12 Free EdTech Apps For Special Ed Alternate Route Teachers

Social and emotional understanding doesn’t come naturally for some special needs students. That’s why there is a growing number of edtech apps to help boost the emotional learning of youngsters with special needs. In addition to socio-emotional benefits, many of the apps also improve the functional skills of children and young adults in special education programs.  

 

Special ed and inclusion teachers who work with students of all ages and academic levels can benefit from the apps recommended below. As this is a relatively new market for edtech developers, few operating system agnostic edtech apps exist for special needs students. Many of the apps that have been compiled below are primarily available to Apple users. If you don’t have access to one of the Apple-only apps listed below, contact the developers to let them know of your interest. That said, all of the apps listed below can support students who find the social and emotional demands of the learning environment challenging due to special needs.

 

Here are twelve highly rated edtech tools for teachers of special education students:

 

  1. SoundingBoard: This free iPhone/iPad app allows students to build and structure communication boards using AbleNet symbols and customized content. Users can record messages and personalize the app’s interface. It is designed for children on the autism spectrum as well as and persons with various disabilities.

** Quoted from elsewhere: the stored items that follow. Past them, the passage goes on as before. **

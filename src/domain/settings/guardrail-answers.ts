import { AppError } from "@/domain/errors";
import type { GuardrailFinding } from "./guardrail-table";

export type AnsweredGuardrail = Readonly<{ code: string; severity: string; text: string; answer: string }>;

/**
 * The guardrails that fired, each with the person's answer where it asked.
 *
 * @param answers by guardrail code, in the person's words
 * @throws {AppError} INVALID_INPUT with one field per guardrail that still waits
 *   (`answers.<code>`), or that blocks (`form`)
 */
export function answeredGuardrails(
  findings: ReadonlyArray<GuardrailFinding>,
  answers: Readonly<Record<string, string>>,
): AnsweredGuardrail[] {
  const fields: Record<string, string[]> = {};
  for (const { code, severity, text } of findings) {
    if (severity === "blocks") (fields[code === "outside-step" ? "value" : "form"] ??= []).push(text);
    if (severity === "asks" && !answers[code]) fields[`answers.${code}`] = [text];
  }
  if (Object.keys(fields).length > 0) throw new AppError("INVALID_INPUT", "guardrails wait for an answer", fields);
  return findings.map(({ code, severity, text }) => ({ code, severity, text, answer: answers[code] ?? "" }));
}
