import { MGDL_PER_MMOL, type GlucoseUnit } from "@/domain/units";
import type { DailyDose } from "./daily-dose";
import type { FormulaInputs } from "./formula";
import { fractionOf, over, times, type Fraction } from "./fraction";
import type { MethodInput } from "./method";
import { valueOfMethod } from "./methods";
import { roundToStep, weakerRounding } from "./rounding";

/**
 * Which published rule each step of the starting profile uses. The combination
 * is our own, of cited rules (settings.md 3.2, rules 4 to 8), and is labelled so.
 */
export const STARTING_RULES = {
  basal: "basal-0.40",
  otherBasal: "basal-0.50",
  carbRatio: "ratio-500",
  sensitivity: "sensitivity-1800",
  sensitivityHypoProne: "sensitivity-1960",
  duration: "duration-4-h",
  durationOlderOrRenal: "duration-5-h",
  /** Shown beside a carried-over pump dose only where lows are frequent (settings.md 1.2). */
  pumpWithLows: ["pump-0.95", "pump-0.90"],
} as const;

/** Published rules turn mg/dL into mmol/L with 18, not 18.0156 (settings.md 1.1, conversions). */
export const MGDL_PER_MMOL_OF_RULES = 18;

/** The smallest difference a starting value is written in, in the unit it is typed in. */
const STEPS = { gramsPerUnit: 1, mgDlPerUnit: 1, mmolPerUnit: 0.1 } as const;

export type ExactAndRounded = Readonly<{ exact: Fraction; rounded: Fraction }>;

/** Everything a rule may ask for, once a total daily dose is settled on. */
export function inputsAt(totalDailyDose: Fraction, dose: Pick<DailyDose, "inputs">): FormulaInputs<MethodInput> {
  const inputs = { ...dose.inputs, totalDailyDose };
  return {
    ...inputs,
    basalDailyDose: valueOfMethod(STARTING_RULES.basal, inputs),
    carbRatio: valueOfMethod(STARTING_RULES.carbRatio, inputs),
  };
}

/** Grams for one unit: 500 / TDD, up to a whole gram. */
export function startingCarbRatio(totalDailyDose: Fraction): ExactAndRounded {
  const exact = valueOfMethod(STARTING_RULES.carbRatio, { totalDailyDose });
  return { exact, rounded: roundToStep(exact, weakerRounding("carbRatio", fractionOf(STEPS.gramsPerUnit))) };
}

/**
 * Sensitivity for one unit: 1800 / TDD (1960 where lows are frequent), up to a
 * whole mg/dL; in mmol/L the rule divided by 18, up to a tenth.
 */
export function startingSensitivity(
  totalDailyDose: Fraction,
  { hypoProne, glucoseUnit }: { hypoProne: boolean; glucoseUnit: GlucoseUnit },
): ExactAndRounded {
  const rule = hypoProne ? STARTING_RULES.sensitivityHypoProne : STARTING_RULES.sensitivity;
  const mgDl = valueOfMethod(rule, { totalDailyDose });
  const isMgDl = glucoseUnit === "mg/dL";
  const exact = isMgDl ? mgDl : over(mgDl, fractionOf(MGDL_PER_MMOL_OF_RULES));
  const step = fractionOf(isMgDl ? STEPS.mgDlPerUnit : STEPS.mmolPerUnit);
  return { exact, rounded: roundToStep(exact, weakerRounding("sensitivity", step)) };
}

/** A sensitivity in the given unit as a stored number of millionths of a mg/dL, exact. */
export function microMgDl(sensitivity: Fraction, glucoseUnit: GlucoseUnit): Fraction {
  const mgDl = glucoseUnit === "mg/dL" ? sensitivity : times(sensitivity, fractionOf(MGDL_PER_MMOL));
  return times(mgDl, fractionOf(1_000_000));
}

  2. Peek-a-Zoo: This iphone/iPad app is best suited for children in the early stages of development. This edtech game asks children to evaluate the traits, emotions and behaviors of cartoon animal characters. Preschool teachers can leverage the tool for teaching social cues.

  3. Time Timer: Time concepts can be especially challenging for children with special needs. This productivity app helps students better focus on timed tasks, manage transitions and waiting. Available on both iOS and Android,Time Timer displays time as a measurement without the numbers on a traditional clock.

  4. ABA – Problem Solving – What does not belong?: This free iPhone/iPad app displays 4 images and requires young children to identify the one item that is different (due to color, name of object, type of object, concept). It is ideal for preschool students.

  5. Model Me Going Places: For children with autism spectrum disorder (ASD), routine errands such as going shopping can be challenging. It is often the case that students with ASD need to take breaks when engaging in activities outside of their routine or comfort level. Use this free iphone/iPad app as a visual learning aid when teaching students with ASD to remain calm at places like the doctor’s office or grocery store. Each location illustrated in the app contains a photo slideshow of children modeling appropriate behavior.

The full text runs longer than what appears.